Scan the entries for lines with "last" and say how many there are, with nothing more.

★ ★ ★ ★ ★

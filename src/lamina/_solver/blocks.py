"""Plan step and the two ends of a block: how the work is cut and each block made ready.

:func:`plan_blocks` lists the DataArrays that every block receives, with their core dims
(which :func:`xarray.apply_ufunc` keeps whole in each block; the atmosphere's extra dims,
``wavelength``, ``column``, ..., are the block's leading axes), and the block outputs with
theirs. :func:`prepare_block` turns one block's numpy arrays into a :class:`Block`:
broadcast and flattened to one column axis, the values of lazily given inputs checked, the
negligible tail of the phase moments trimmed. :func:`pack_block` gives the block's outputs
their leading axes back, in the order of :attr:`BlockPlan.output_names`.
"""

from __future__ import annotations

from dataclasses import dataclass

import numpy as np
import xarray as xr

from lamina._checks import require_range
from lamina._solver.common import (
    POSITION_DIM,
    SUN_DIM,
    SURFACE_CORE_DIMS,
    SURFACE_KEYWORDS,
    Block,
    BlockSettings,
    Fields,
    Options,
    SurfaceArrays,
    ThermalSources,
    beam_cosines,
    view_cosines,
)
from lamina.atmosphere import check_moment_values
from lamina.spherical import air_mass_factors

#: Core dims of the block inputs, in the order of the block function's arguments.
INPUT_CORE_DIMS = (["layer"], ["layer"], ["layer", "moment"], [SUN_DIM], [SUN_DIM], [],
                   ["level"], [], [])

#: Phase moments below this magnitude add nothing to any output.
NEGLIGIBLE_MOMENT = 1e-15


@dataclass(frozen=True, eq=False)
class BlockPlan:
    """Everything :func:`xarray.apply_ufunc` needs to run the blocks."""

    inputs: list[xr.DataArray]
    input_core_dims: list[list[str]]
    output_names: list[str]
    output_core_dims: list[list[str]]
    output_dtypes: list[type]
    output_sizes: dict[str, int]
    settings: BlockSettings


def plan_blocks(atmosphere: xr.Dataset, options: Options, sources: ThermalSources,
                surface: SurfaceArrays | None = None,
                radius: xr.DataArray | None = None) -> BlockPlan:
    """The inputs of every block, their core dims, and the outputs' names and dims.

    A bidirectional ``surface`` appends its arrays to the inputs (after the nine of
    ``INPUT_CORE_DIMS``, with the core dims of ``common.SURFACE_CORE_DIMS``); the level
    ``radius`` of a curved planet (pseudo-spherical beam) comes next (core dim level), and
    per-pixel views (``options.pixel_views``) append their zenith and azimuth last (no core
    dims; the radiance then has no view axes).
    """
    optics = [atmosphere[name] for name in
              ("optical_depth", "single_scattering_albedo", "phase_moments")]
    inputs = [*optics, options.sun_zenith, options.sun_irradiance, options.surface_albedo,
              sources.levels, sources.surface, options.top_diffuse_radiance]
    views = options.views
    settings = BlockSettings(
        streams=options.streams, delta_m=options.delta_m,
        single_scattering_correction=options.single_scattering_correction,
        aureole_correction=options.aureole_correction,
        fourier_tolerance=options.fourier_tolerance,
        max_fourier_terms=options.max_fourier_terms,
        thermal=sources.thermal, positions=options.positions, views=views,
        lazy=any(array.chunks is not None for array in inputs),
        # check_atmosphere has checked the values of optical properties held in memory
        optics_checked=all(array.chunks is None for array in optics),
        surface=None if surface is None else surface.description,
        spherical=radius is not None,
    )
    core_in = [list(core) for core in INPUT_CORE_DIMS]
    if surface is not None:
        inputs += list(surface.arrays)
        core_in += [list(core) for core in SURFACE_CORE_DIMS]
    if radius is not None:
        inputs.append(radius)
        core_in.append(["level"])
    if views.per_pixel:
        inputs += list(options.pixel_views)
        core_in += [[], []]
    # a core dim must be one dask chunk
    inputs = [
        array.chunk({dim: -1 for dim in core}) if array.chunks is not None else array
        for array, core in zip(inputs, core_in, strict=True)
    ]
    names = ["flux_up", "flux_down_diffuse", "flux_down_direct", "mean_intensity"]
    core_out = [[SUN_DIM, POSITION_DIM]] * 4
    sizes = {POSITION_DIM: options.positions.levels.size}
    if views.per_pixel:
        names.append("radiance")
        core_out.append([SUN_DIM, POSITION_DIM, "direction"])
        sizes.update(direction=2)
    elif views.wanted:
        names.append("radiance")
        core_out.append([SUN_DIM, POSITION_DIM, "direction", "view_zenith", "view_azimuth"])
        sizes.update(direction=2, view_zenith=views.zenith.size,
                     view_azimuth=views.azimuth.size)
    names += ["fourier_terms", "cumulative_optical_depth"]
    core_out += [[], [POSITION_DIM]]
    return BlockPlan(
        inputs=inputs, input_core_dims=core_in,
        output_names=names, output_core_dims=core_out,
        output_dtypes=[np.float64] * (len(core_out) - 2) + [np.int64, np.float64],
        output_sizes=sizes, settings=settings,
    )


def prepare_block(
    tau: np.ndarray,
    albedo: np.ndarray,
    moments: np.ndarray,
    sun_zenith: np.ndarray,
    irradiance: np.ndarray,
    surface_albedo: np.ndarray,
    planck_levels: np.ndarray,
    planck_surface: np.ndarray,
    top_radiance: np.ndarray,
    settings: BlockSettings,
    surface: tuple[np.ndarray, ...] = (),
    radius: np.ndarray | None = None,
    views: tuple[np.ndarray, ...] = (),
) -> Block:
    """One block's inputs broadcast to (column, ...), checked, with moments trimmed.

    ``surface``: a bidirectional surface's arrays (core dims last), broadcast to the
    block's columns for the kernel (empty for the Lambertian ``surface_albedo``).
    ``radius``: the level radii of a curved planet (..., level), for the pseudo-spherical
    beam's air-mass factors.
    ``views``: per-pixel view zenith and azimuth in degrees (empty for shared views).
    """
    lead = np.broadcast_shapes(
        tau.shape[:-1], albedo.shape[:-1], moments.shape[:-2], sun_zenith.shape[:-1],
        irradiance.shape[:-1], surface_albedo.shape, planck_levels.shape[:-1],
        planck_surface.shape, top_radiance.shape,
        *(array.shape[:array.ndim - len(core)]
          for array, core in zip(surface, SURFACE_CORE_DIMS, strict=False)),
        *(() if radius is None else (radius.shape[:-1],)),
        *(array.shape for array in views),
    )
    nlayer = tau.shape[-1]
    nsun = sun_zenith.shape[-1]
    nmom = moments.shape[-1]
    ncol = int(np.prod(lead, dtype=np.int64))
    tau = np.broadcast_to(tau, (*lead, nlayer)).reshape(ncol, nlayer)
    albedo = np.broadcast_to(albedo, (*lead, nlayer)).reshape(ncol, nlayer)
    moments = np.broadcast_to(moments, (*lead, nlayer, nmom)).reshape(ncol, nlayer, nmom)
    zenith = np.broadcast_to(sun_zenith, (*lead, nsun)).reshape(ncol, nsun)
    irradiance = np.broadcast_to(irradiance, (*lead, nsun)).reshape(ncol, nsun)
    surface_albedo = np.broadcast_to(surface_albedo, lead).reshape(ncol)
    planck_levels = np.broadcast_to(planck_levels, (*lead, nlayer + 1)).reshape(ncol, -1)
    planck_surface = np.broadcast_to(planck_surface, lead).reshape(ncol)
    top_radiance = np.broadcast_to(top_radiance, lead).reshape(ncol)
    # values of lazily given inputs are checked here, chunk by chunk
    try:
        if not settings.optics_checked:
            require_range(tau, "optical_depth", 0.0)
            require_range(albedo, "single_scattering_albedo", 0.0, 1.0)
            check_moment_values(moments)
        require_range(zenith, "sun_zenith", 0.0, 180.0 if settings.spherical else 90.0,
                      high_open=True)
        require_range(irradiance, "sun_irradiance", 0.0)
        require_range(surface_albedo, "surface_albedo", 0.0, 1.0)
        require_range(planck_levels, "temperature (as Planck radiance)", 0.0)
        require_range(top_radiance, "top_diffuse_radiance", 0.0)
        pixel_views = _view_columns(views, lead, ncol)
    except ValueError as error:
        if settings.lazy:
            raise ValueError(f"{error} (the index counts within one dask chunk)") from None
        raise
    factors = reaches = None
    if radius is not None:
        radius = np.broadcast_to(radius, (*lead, nlayer + 1)).reshape(ncol, 1, nlayer + 1)
        factors, reaches = _beam_paths(radius, zenith)
    return Block(
        air_mass_factors=factors, beam_reaches=reaches,
        lead=lead, optical_depth=tau, single_scattering_albedo=albedo,
        phase_moments=_trim_moments(moments), beam_cosines=beam_cosines(zenith),
        sun_irradiance=irradiance, surface_albedo=surface_albedo,
        planck_levels=planck_levels, planck_surface=planck_surface,
        top_diffuse_radiance=top_radiance,
        surface=_surface_columns(surface, lead, ncol),
        view_cosines=pixel_views[0], view_azimuths=pixel_views[1],
    )


def _beam_paths(radius: np.ndarray, zenith: np.ndarray) -> tuple[np.ndarray, np.ndarray]:
    """Air-mass factors (column, sun, level, layer) and where the beam reaches a level.

    Computed once per distinct pair of level radii and sun angles (the wavelengths of a
    spectrum share them) and broadcast to the block's columns (read-only views).
    """
    keys = np.concatenate([radius[:, 0, :], zenith], axis=1)
    distinct, inverse = np.unique(keys, axis=0, return_inverse=True)
    inverse = np.reshape(inverse, -1)
    nlevel = radius.shape[-1]
    try:
        factors, reaches = air_mass_factors(distinct[:, None, :nlevel], distinct[:, nlevel:])
    except ValueError as error:   # lazily given altitudes are first seen here
        raise ValueError(f"altitude (as planet_radius + altitude): {error}") from None
    if distinct.shape[0] == 1:
        factors = np.broadcast_to(factors, (zenith.shape[0], *factors.shape[1:]))
        reaches = np.broadcast_to(reaches, (zenith.shape[0], *reaches.shape[1:]))
    else:
        factors, reaches = factors[inverse], reaches[inverse]
    dark = ~np.any(reaches, axis=-1)
    if np.any(dark):
        column, sun = np.argwhere(dark)[0]
        raise ValueError(
            f"sun_zenith: the sun is below the horizon at every level (column {column}, sun "
            f"angle {sun}: {zenith[column, sun]:g} degrees); the beam reaches no level")
    return factors, reaches


def _view_columns(views: tuple[np.ndarray, ...], lead: tuple[int, ...],
                  ncol: int) -> tuple[np.ndarray | None, np.ndarray | None]:
    """Per-pixel views as the kernel's (column, 1) cosines and azimuths (radians), checked."""
    if not views:
        return None, None
    zenith, azimuth = (np.broadcast_to(array, lead).reshape(ncol, 1) for array in views)
    require_range(zenith, "view_zenith", 0.0, 90.0)
    require_range(azimuth, "view_azimuth")
    return (np.ascontiguousarray(view_cosines(zenith)),
            np.ascontiguousarray(np.radians(azimuth)))


def _surface_columns(surface: tuple[np.ndarray, ...], lead: tuple[int, ...],
                     ncol: int) -> dict[str, np.ndarray] | None:
    """A bidirectional surface's arrays as (column, core...) float64, by kernel keyword."""
    if not surface:
        return None
    columns = {}
    for name, array, core in zip(SURFACE_KEYWORDS, surface, SURFACE_CORE_DIMS, strict=True):
        tail = array.shape[array.ndim - len(core):]
        columns[name] = np.ascontiguousarray(
            np.broadcast_to(array, (*lead, *tail)).reshape(ncol, *tail), dtype=np.float64)
    return columns


def _trim_moments(moments: np.ndarray) -> np.ndarray:
    """Moments with the negligible tail of each layer zeroed and the common tail dropped.

    The tail is set to zero per layer (so that no result depends on which other columns share
    a dask chunk) and dropped where every layer of the block has ended. Where every zeroed
    value is already +0.0 (the tails of most phase functions), the kept moments are returned
    as they are, without a copy (a view of the block's input when nothing is dropped).
    """
    nmom = moments.shape[-1]
    significant = (moments > NEGLIGIBLE_MOMENT) | (moments < -NEGLIGIBLE_MOMENT)
    last = nmom - 1 - np.argmax(significant[..., ::-1], axis=-1)   # (col, layer)
    last = np.where(significant.any(axis=-1), last, 0)
    del significant
    keep = int(last.max()) + 1
    if _zero_tails(moments, last, keep):
        kept = moments[..., :keep]
        return kept if keep == nmom else np.ascontiguousarray(kept)
    return np.where(np.arange(keep) <= last[..., None], moments[..., :keep], 0.0)


#: Elements of the moments looked at together by _zero_tails (bounds its temporaries).
_TAIL_SLAB = 1 << 22


def _zero_tails(moments: np.ndarray, last: np.ndarray, keep: int) -> bool:
    """True if every moment after ``last`` (up to ``keep``) is +0.0 bit for bit."""
    if keep == 1 or not moments.size:
        return True
    bits = moments[..., :keep].view(np.int64) if moments.dtype == np.float64 else None
    if bits is None:
        return False
    ncol = moments.shape[0]
    step = max(1, _TAIL_SLAB // max(1, moments[0, ..., :keep].size))
    degree = np.arange(keep)
    for start in range(0, ncol, step):
        tail = degree > last[start:start + step, ..., None]
        if np.any(bits[start:start + step][tail]):
            return False
    return True


def pack_block(block: Block, fields: Fields, depth: np.ndarray,
               radiance: bool) -> tuple[np.ndarray, ...]:
    """The block's outputs with their leading axes back, in the plan's order of names."""
    outputs = [fields.flux_up, fields.flux_down_diffuse, fields.flux_down_direct,
               fields.mean_intensity]
    if radiance:
        # per-pixel views: the kernel's one view axis pair goes
        outputs.append(fields.radiance[..., 0, 0] if block.view_cosines is not None
                       else fields.radiance)
    lead = block.lead
    outputs = [array.reshape(*lead, *array.shape[1:]) for array in outputs]
    outputs.append(fields.fourier_terms.reshape(lead))
    outputs.append(depth.reshape(*lead, depth.shape[-1]))
    return tuple(outputs)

★ ★ ★ ★ ★

• **Solution for this exercise**
10